THE PROBLEM:
Count the lines below that carry the word "byte". Answer with that number alone.

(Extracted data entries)
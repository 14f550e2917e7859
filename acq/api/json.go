package api

import (
	"encoding/json"
	"fmt"
	"math"
	"net/http"
	"strconv"
	"time"

	"hystd/acq/process"
	"hystd/acq/record"
)

// num is a float64 that encodes NaN and ±Inf as JSON null (an absent
// channel, an unevaluated uncertainty).
type num float64

// MarshalJSON implements json.Marshaler.
func (n num) MarshalJSON() ([]byte, error) {
	f := float64(n)
	if math.IsNaN(f) || math.IsInf(f, 0) {
		return []byte("null"), nil
	}
	return strconv.AppendFloat(nil, f, 'g', -1, 64), nil
}

// nums is a column of floats encoded in one pass (NaN and ±Inf as null);
// a 100 k-point loop has four of them.
type nums []float64

// MarshalJSON implements json.Marshaler.
func (ns nums) MarshalJSON() ([]byte, error) {
	b := make([]byte, 0, 2+len(ns)*12)
	b = append(b, '[')
	for i, f := range ns {
		if i > 0 {
			b = append(b, ',')
		}
		if math.IsNaN(f) || math.IsInf(f, 0) {
			b = append(b, "null"...)
			continue
		}
		b = strconv.AppendFloat(b, f, 'g', -1, 64)
	}
	return append(b, ']'), nil
}

// stamp is a time that encodes the zero time as null.
type stamp time.Time

// MarshalJSON implements json.Marshaler.
func (t stamp) MarshalJSON() ([]byte, error) {
	if time.Time(t).IsZero() {
		return []byte("null"), nil
	}
	return json.Marshal(time.Time(t).UTC())
}

type runJSON struct {
	ID         string       `json:"id"`
	Recipe     string       `json:"recipe"`
	Fixture    string       `json:"fixture"`
	Specimen   string       `json:"specimen"`
	Material   string       `json:"material"`
	State      record.State `json:"state"`
	Reason     string       `json:"reason"`
	Software   string       `json:"software"`
	ConfigHash string       `json:"config_hash"`
	Queued     stamp        `json:"queued"`
	Started    stamp        `json:"started"`
	Ended      stamp        `json:"ended"`
	RecipeText string       `json:"recipe_text,omitempty"`
	Config     string       `json:"config,omitempty"`
	Grade      string       `json:"grade,omitempty"`
	Operator   string       `json:"operator,omitempty"`
	// Verdict is the worst verdict over the run's loops (fail, undecided,
	// pass); "" when none was judged. Filled in the runs list.
	Verdict string `json:"verdict,omitempty"`
	// Revision is the run's latest revision (1: never re-processed); in
	// GET /runs/{id} the revision shown, with every revision listed.
	Revision  int            `json:"revision"`
	Revisions []revisionJSON `json:"revisions,omitempty"`
}

// revisionJSON is one processing of a run's raw samples (record.Revision).
type revisionJSON struct {
	N          int    `json:"n"`
	At         stamp  `json:"at"`
	By         string `json:"by"`
	Change     string `json:"change"`
	Fixture    string `json:"fixture"`
	Specimen   string `json:"specimen"`
	Material   string `json:"material"`
	Grade      string `json:"grade,omitempty"`
	ConfigHash string `json:"config_hash"`
}

func toRevisions(vs []record.Revision) []revisionJSON {
	out := make([]revisionJSON, 0, len(vs))
	for _, v := range vs {
		out = append(out, revisionJSON{v.N, stamp(v.At), v.By, v.Change, v.Fixture, v.Specimen, v.Material, v.Grade, v.ConfigHash})
	}
	return out
}

func toRun(r record.Run, full bool) runJSON {
	j := runJSON{ID: r.ID, Recipe: r.Recipe, Fixture: r.Fixture, Specimen: r.Specimen, Material: r.Material,
		State: r.State, Reason: r.Reason, Software: r.Software, ConfigHash: r.ConfigHash,
		Queued: stamp(r.Queued), Started: stamp(r.Started), Ended: stamp(r.Ended), Grade: r.Grade, Operator: r.Operator,
		Revision: max(r.Revision, 1)}
	if full {
		j.RecipeText, j.Config = r.RecipeText, r.Config
	}
	return j
}

type figureJSON struct {
	Name  string `json:"name"`
	Value num    `json:"value"`
	U     num    `json:"u"` // expanded, k = 2
	Unit  string `json:"unit"`
	Note  string `json:"note"`
}

type correctionJSON struct {
	Name string `json:"name"`
	Size num    `json:"size"`
	Unit string `json:"unit"`
	Note string `json:"note"`
}

// verdictJSON is one figure judged against a grade's limit (acq/grade).
type verdictJSON struct {
	Grade   string `json:"grade"`
	Figure  string `json:"figure"`
	Value   num    `json:"value"`
	U       num    `json:"u"`
	Min     num    `json:"min"` // null: no lower limit
	Max     num    `json:"max"` // null: no upper limit
	Unit    string `json:"unit"`
	Rule    string `json:"rule"`
	Outcome string `json:"outcome"` // pass, fail, undecided
	Note    string `json:"note"`
}

type loopJSON struct {
	RunID       string           `json:"run_id"`
	N           int              `json:"n"`
	Kind        string           `json:"kind"`
	Amplitude   num              `json:"amplitude"`
	AmpUnit     string           `json:"amplitude_unit"`
	Started     stamp            `json:"started"`
	Figures     []figureJSON     `json:"figures"`
	Corrections []correctionJSON `json:"corrections"`
	Verdicts    []verdictJSON    `json:"verdicts"`
	NPoints     int              `json:"n_points"` // points stored
	// Flags are plausibility findings ("implausible — check geometry and
	// turns: …", acq/process.Implausible); empty for a plausible loop.
	Flags []string `json:"flags"`
	// Stride is 1 when points holds every stored point, k when only every
	// k-th (and the last) was sent because of ?max_points.
	Stride int `json:"points_stride,omitempty"`
	// Points are columns (t in s, H in A/m, B and J in T, branch) so that a
	// 100 k-point loop stays compact.
	Points *pointsJSON `json:"points,omitempty"`
	Raw    *rawJSON    `json:"raw,omitempty"`
}

type pointsJSON struct {
	T      nums  `json:"t_s"`
	H      nums  `json:"h_a_m"`
	B      nums  `json:"b_t"`
	J      nums  `json:"j_t"`
	Branch []int `json:"branch"`
}

type rawJSON struct {
	T        nums     `json:"t_s"`
	TUnc     nums     `json:"t_unc_s"`
	Phase    []string `json:"phase"`
	Setpoint nums     `json:"setpoint"`
	I        nums     `json:"i_a"`
	V        nums     `json:"v_v"`
	Psi      nums     `json:"psi_wb"`
	BProbe   nums     `json:"b_probe_t"`
	TempC    nums     `json:"temp_c"`
	DtI      nums     `json:"dt_i_s"`       // current read time − t_s
	DtB      nums     `json:"dt_b_probe_s"` // field-meter read time − t_s
}

func toLoop(l record.Loop, withPoints, withRaw bool) loopJSON {
	j := loopJSON{RunID: l.RunID, N: l.N, Kind: l.Kind, Amplitude: num(l.Amplitude), AmpUnit: l.AmpUnit,
		Started: stamp(l.Started), Figures: []figureJSON{}, Corrections: []correctionJSON{}, Verdicts: []verdictJSON{}, NPoints: len(l.Points),
		Flags: process.Implausible(l)}
	if j.Flags == nil {
		j.Flags = []string{}
	}
	for _, v := range l.Verdicts {
		j.Verdicts = append(j.Verdicts, verdictJSON{v.Grade, v.Figure, num(v.Value), num(v.U), num(v.Min), num(v.Max), v.Unit, v.Rule, string(v.Outcome), v.Note})
	}
	for _, f := range l.Figures {
		j.Figures = append(j.Figures, figureJSON{f.Name, num(f.Value), num(f.U), f.Unit, f.Note})
	}
	for _, c := range l.Corrections {
		j.Corrections = append(j.Corrections, correctionJSON{c.Name, num(c.Size), c.Unit, c.Note})
	}
	if withPoints {
		n := len(l.Points)
		p := &pointsJSON{make(nums, n), make(nums, n), make(nums, n), make(nums, n), make([]int, n)}
		for i, q := range l.Points {
			p.T[i], p.H[i], p.B[i], p.J[i], p.Branch[i] = q.T.Seconds(), q.H, q.B, q.J, q.Branch
		}
		j.Points = p
	}
	if withRaw {
		n := len(l.Raw)
		r := &rawJSON{make(nums, n), make(nums, n), make([]string, n), make(nums, n), make(nums, n),
			make(nums, n), make(nums, n), make(nums, n), make(nums, n), make(nums, n), make(nums, n)}
		for i, s := range l.Raw {
			r.T[i], r.TUnc[i], r.Phase[i], r.Setpoint[i] = s.T.Seconds(), s.TUnc.Seconds(), string(s.Phase), s.Setpoint
			r.I[i], r.V[i], r.Psi[i], r.BProbe[i], r.TempC[i] = s.I, s.V, s.Psi, s.BProbe, s.TempC
			r.DtI[i], r.DtB[i] = s.DtI.Seconds(), s.DtB.Seconds()
		}
		j.Raw = r
	}
	return j
}

type eventJSON struct {
	At    stamp  `json:"at"`
	Level string `json:"level"`
	Text  string `json:"text"`
}

type trendJSON struct {
	RunID string `json:"run_id"`
	Loop  int    `json:"loop"`
	At    stamp  `json:"at"`
	Value num    `json:"value"`
	U     num    `json:"u"`
	// Filled when the trend is filtered or judged (see trend.go).
	Kind      string `json:"kind,omitempty"`
	Amplitude *num   `json:"amplitude,omitempty"`
	AmpUnit   string `json:"amplitude_unit,omitempty"`
	Recipe    string `json:"recipe,omitempty"`
	Fixture   string `json:"fixture,omitempty"`
	Verdict   string `json:"verdict,omitempty"`
}

// writeJSON writes v with status code c.
func writeJSON(w http.ResponseWriter, c int, v any) {
	w.Header().Set("Content-Type", "application/json; charset=utf-8")
	w.WriteHeader(c)
	enc := json.NewEncoder(w)
	_ = enc.Encode(v) // the client may be gone; nothing else to do
}

// writeError writes {"error": "..."} with status code c.
func writeError(w http.ResponseWriter, c int, format string, args ...any) {
	writeJSON(w, c, map[string]string{"error": fmt.Sprintf(format, args...)})
}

ANSWER BOX:
6